My favorite tech in 2025

June 2025 | Frameworks and tools I enjoy using as a fullstack developer

⚠️ These are some of my unfiltered thoughts on frameworks and tools I've used

Tanstack Start

After using Nextjs and Remix (now React Router 7) for a while, Tanstack Start and Router are a breadth of fresh air. While Nextjs and React Server Components are great, I feel there are too many footguns, and I often find myself re-architecting my app to follow the "Nextjs way" of doing things.

In my opinion, the best thing about Tanstack Start is the type safety.

oRPC + Tanstck Query

oRPC is an alternative to tRPC.

When tRPC was first released, I immediately started using it. Before that, I don't think there was a simple solution to easily share types between your frontend and backend. I didn't want to set up GraphQL or have a code-generation setup to keep things simple. Nextjs solved GETting with getServerSideProps, but they didn't have a great solution for POST. It was easy to create an API route and use fetch, but you'd have to manually type responses.

tRPC is great, but with it, you are limited to a TypeScript frontend and backend. oRPC, however, supports OpenAPI. I also find the setup process of oRPC way simpler.

Nuqs

Nuqs makes it easy to manage URL search params with type safety.

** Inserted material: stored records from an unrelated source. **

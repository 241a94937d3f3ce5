"""Our small drawing kit: line plots on a white sheet, drawn with Pillow, written as PNG.

A :class:`Sheet` is a picture ``width x height`` pixels. :meth:`Sheet.panel` places a
:class:`Panel` on it: a rectangle with an x and a y :class:`Scale` (linear or logarithmic)
that map data values to pixels. A panel draws grid lines, polylines (a :class:`Pen`:
colour, width, solid, dashed or dotted), markers (:class:`Marker`), lines across it, shaded
spans and bars, all clipped to its rectangle; then its axes (the left and bottom axis lines
with ticks and tick labels, a right-hand axis of named ticks, axis labels) and a legend
row above it. The sheet writes text anywhere: bold, grey, vertical.

Drawing is immediate: what is drawn later lies on top. Coordinates given to a sheet are
final pixels (floats; origin at the top left, y downwards); a panel takes data values.

Antialiasing: everything is drawn at ``SUPERSAMPLE`` times the final size (lines, markers
and text alike) and shrunk at the end by a box filter (:meth:`PIL.Image.Image.reduce`).
Clipping is exact to the pixel: lines, spans and bars are cut at the panel's edge
(geometrically), and what a line's width or a marker still puts beyond it is undone by
putting back the bands round the panel saved before it drew.

Text is Pillow's built-in scalable font (``ImageFont.load_default(size)``, FreeType). It
covers ASCII and a few Latin-1 signs: other characters a plot may carry (``Ω``, ``µ``,
``²``) are written with ASCII stand-ins (:data:`GLYPH_STAND_INS`). Each sheet loads its
own font objects, so two sheets may be drawn on two threads at once.
"""

from __future__ import annotations

import math
import os
import struct
import zlib
from collections.abc import Callable, Sequence
from dataclasses import dataclass

import numpy as np
from PIL import Image, ImageColor, ImageDraw, ImageFont

from sim.fileio import atomic_path

#: Samples per pixel along each axis. 3 x 3 samples give 10 levels of coverage per
#: pixel and widths in thirds of a pixel: traces and slopes look smooth. 2 x 2, looked
#: at side by side, left traces visibly more jagged and thin lines uneven in weight, for
#: about 8 ms less per plot (the sheet's fresh memory and its reduction).
SUPERSAMPLE = 3
#: Sheet colour.
BACKGROUND = "white"
#: Axis lines, ticks and text unless a colour is given.
INK = "black"
#: Width of the axis lines and tick marks, in pixels (0.8 point at 100 dpi: a hairline
#: that still reads in print).
AXIS_WIDTH_PX = 1.1
#: Length of a tick mark outside the axis line, in pixels (3.5 points at 100 dpi: long
#: enough to see which label a tick belongs to).
TICK_LENGTH_PX = 5.0
#: Gap between a tick and its label, between a label and an axis title, and between a
#: legend sample and its text, in pixels (about a third of the label size).
LABEL_GAP_PX = 4.0
#: Size of tick labels and axis titles, in pixels (the em of the built-in font). 15 px
#: reads like a 10-point label at 100 dpi (the built-in face runs smaller than most).
LABEL_SIZE_PX = 15.0
#: Size of legend text, in pixels (a step below the labels: a legend is read once).
LEGEND_SIZE_PX = 12.0
#: Length of a legend's line sample and the space between two entries, in pixels.
LEGEND_SAMPLE_PX = 24.0
LEGEND_SPACING_PX = 22.0
#: Gap between a legend row's text and the top of its panel, in pixels.
LEGEND_LIFT_PX = 6.0
#: Extra stroke round each glyph of bold text, in final pixels: one and a half
#: supersampled pixels, which thickens the stems about as much as a bold face does
#: (compared by eye with a bold sans-serif title of the same size).
BOLD_STROKE_PX = 0.5
#: Distance between ticks an axis plans for, in pixels: along x room for a label of
#: about eight characters, along y about three label heights (labels there sit one
#: above the other and need less room).
X_TICK_SPACING_PX = 90.0
Y_TICK_SPACING_PX = 40.0
#: Least distance between two ticks kept on a log axis, whose evenly valued ticks crowd
#: towards the top of each decade: along y two label heights.
Y_LOG_TICK_CLEARANCE_PX = 30.0
#: Most ticks on an axis however long: more labels than this are hard to read at a glance.
MOST_TICKS = 10
#: Fewest ticks an axis is allowed to ask for: six always yields at least two. The step
#: chosen is at most 2.5 times one that gave more than six ticks (consecutive steps of
#: the ladder differ by at most 2.5 times), so the range spans more than 5 / 2.5 = 2 steps.
FEWEST_TICK_BUDGET = 6
#: Steps between ticks: these times a power of ten, as graph paper is labelled (common
#: practice; 2.5 gives quarters, which 2 and 5 alone skip).
TICK_LADDER = (1.0, 2.0, 2.5, 5.0)
#: Mantissas of the ticks per decade on a log axis, densest first (common practice).
LOG_TICK_SETS = ((1.0, 2.0, 5.0), (1.0,))
#: A log axis spanning less than this many decades gets ladder ticks (evenly spaced in
#: value, as the pitch axis of a sweep of one octave needs) instead of decade ticks.
LOG_DECADE_TICKS_FROM = 2.0
#: Decimals a tick label may need before labels switch to significant digits.
MAX_TICK_DECIMALS = 6
#: Significant digits of a tick label beyond MAX_TICK_DECIMALS.
TICK_SIGNIFICANT_DIGITS = 4
#: Relative slack when testing whether a tick lies on a limit or a value is a whole
#: multiple of a step (float steps such as 0.1 are not exact).
TICK_SLACK = 1e-9
#: Dash patterns in line widths (on, off): dashes long enough to read as dashes beside a
#: solid line, dots as round as a butt-capped stroke allows.
DASHES = {"solid": None, "dashed": (4.0, 2.0), "dotted": (1.0, 1.6)}
#: Shapes of a :class:`Marker`.
MARKER_SHAPES = ("circle", "x")
#: Width of the bands round a panel that are saved before it draws and put back after
#: (final pixels): wider than half the widest line and the largest marker, which are cut
#: geometrically at the panel's edge and so reach at most that far past it.
CLIP_GUARD_PX = 12.0
#: Half-width of a flat range made drawable by :func:`padded`, as a fraction of its value
#: (a flat 9 V rail is drawn from 8.1 to 9.9 V); 1 when the value is zero.
FLAT_RANGE_FRACTION = 0.1

#: PNG: the file signature (ISO/IEC 15948:2004, 5.2), and the header's fields for 8-bit
#: RGB (11.2.2 IHDR: bit depth 8, colour type 2 truecolour, compression method 0,
#: filter method 0, no interlace).
PNG_SIGNATURE = b"\x89PNG\r\n\x1a\n"
PNG_RGB_HEADER = (8, 2, 0, 0, 0)
#: Scanline filter type 2, "Up" (9.2): each byte minus the one above it. A plot's rows
#: repeat (white, grid lines, flat traces), and measured on our plots at zlib level 1
#: the files come out 20 to 30 % smaller than with no filter or with "Sub", as small as
#: Pillow's own adaptive choice.
PNG_FILTER_UP = 2

#: ASCII stand-ins for characters the built-in font lacks (it covers ASCII and
#: ``© « ° ± ´ · » ‘ ’ “ ” … ‹ › ⁄ ™``). Micro as ``u`` is how parts lists write it in
#: ASCII (common practice); halfrail reads ``u`` back as micro.
GLYPH_STAND_INS = str.maketrans({"Ω": "ohm", "µ": "u", "μ": "u", "²": "^2", "³": "^3",
                                 "−": "-", "–": "-", "—": "-", "×": "x"})


# ---------------------------------------------------------------------------------
# scales and ticks


def nice_ticks(low: float, high: float, most: int, integer: bool = False) -> np.ndarray:
    """Evenly spaced ticks inside ``[low, high]``, a step of 1, 2, 2.5 or 5 times a power
    of ten, as many as fit in ``most`` (shape ``(count,)``, ascending).

    The step is the smallest on the ladder that gives at most ``most`` ticks, so the ticks
    reach to within one step of both ends. ``integer``: whole-number steps only (counts).
    """
    if not (math.isfinite(low) and math.isfinite(high) and low < high):
        raise ValueError(f"tick range must be finite and rising, got {low!r} to {high!r}")
    if most < 2:
        raise ValueError(f"most ticks must be at least 2, got {most!r}")
    exponent = math.floor(math.log10((high - low) / most))
    while True:
        for mantissa in TICK_LADDER:
            step = mantissa * 10.0 ** exponent
            if integer and (step < 1.0 or step != round(step)):
                continue
            first = math.ceil(low / step - TICK_SLACK)
            last = math.floor(high / step + TICK_SLACK)
            if last - first + 1 <= most:
                # whole multiples of the step: k * step (not a running sum, which drifts)
                return np.arange(first, last + 1) * step
        exponent += 1


def log_ticks(low: float, high: float, most: int) -> np.ndarray:
    """Ticks for a log axis over ``[low, high]`` (both > 0), shape ``(count,)``.

    From ``LOG_DECADE_TICKS_FROM`` decades on: 1, 2 and 5 times each power of ten, or
    the powers alone (every second, fifth... decade when they are many), whichever first
    fits in ``most``. A shorter span gets :func:`nice_ticks`, evenly spaced in value.
    """
    if not (0.0 < low < high and math.isfinite(high)):
        raise ValueError(f"log range must be positive and rising, got {low!r} to {high!r}")
    if math.log10(high / low) < LOG_DECADE_TICKS_FROM:
        return nice_ticks(low, high, most)
    decades = np.arange(math.floor(math.log10(low)), math.ceil(math.log10(high)) + 1)
    for mantissas in LOG_TICK_SETS:
        ticks = (np.array(mantissas)[None, :] * 10.0 ** decades[:, None]).ravel()
        ticks = ticks[(ticks >= low * (1 - TICK_SLACK)) & (ticks <= high * (1 + TICK_SLACK))]
        if ticks.size <= most:
            return ticks
    # every n-th decade, n a whole step of the ladder (2, 5, 10...)
    strides = nice_ticks(0.0, float(ticks.size - 1), most, integer=True)
    return ticks[::int(strides[1] - strides[0])]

I've always liked using the URL as a state manager. Not only is it built in to all browsers (obviously, it's just the URL), but it makes it easy share the state with others. Dealing with search params has always been a pain with React, and Nuqs makes it a bit too easy.

Cursor

For a while, I'd just open a new ChatGPT chat, ask a question, read the code, and copy it into VSCode. It took me a while to get into Cursor and get used to using it, but after using it for around 2 months, I definitely feel way more productive.

Railway

I've been using services like Vercel and Netlify for way too long, and the ease of serverless deployments has spoiled me. I think this has definitely made me a little scared of "traditional" hosting.

I've used Fly.io and Railway.com, and while both are amazing, Railway really stands out with its ease of use in my opinion. Although it is not super useful, I really like the canvas view in larger projects.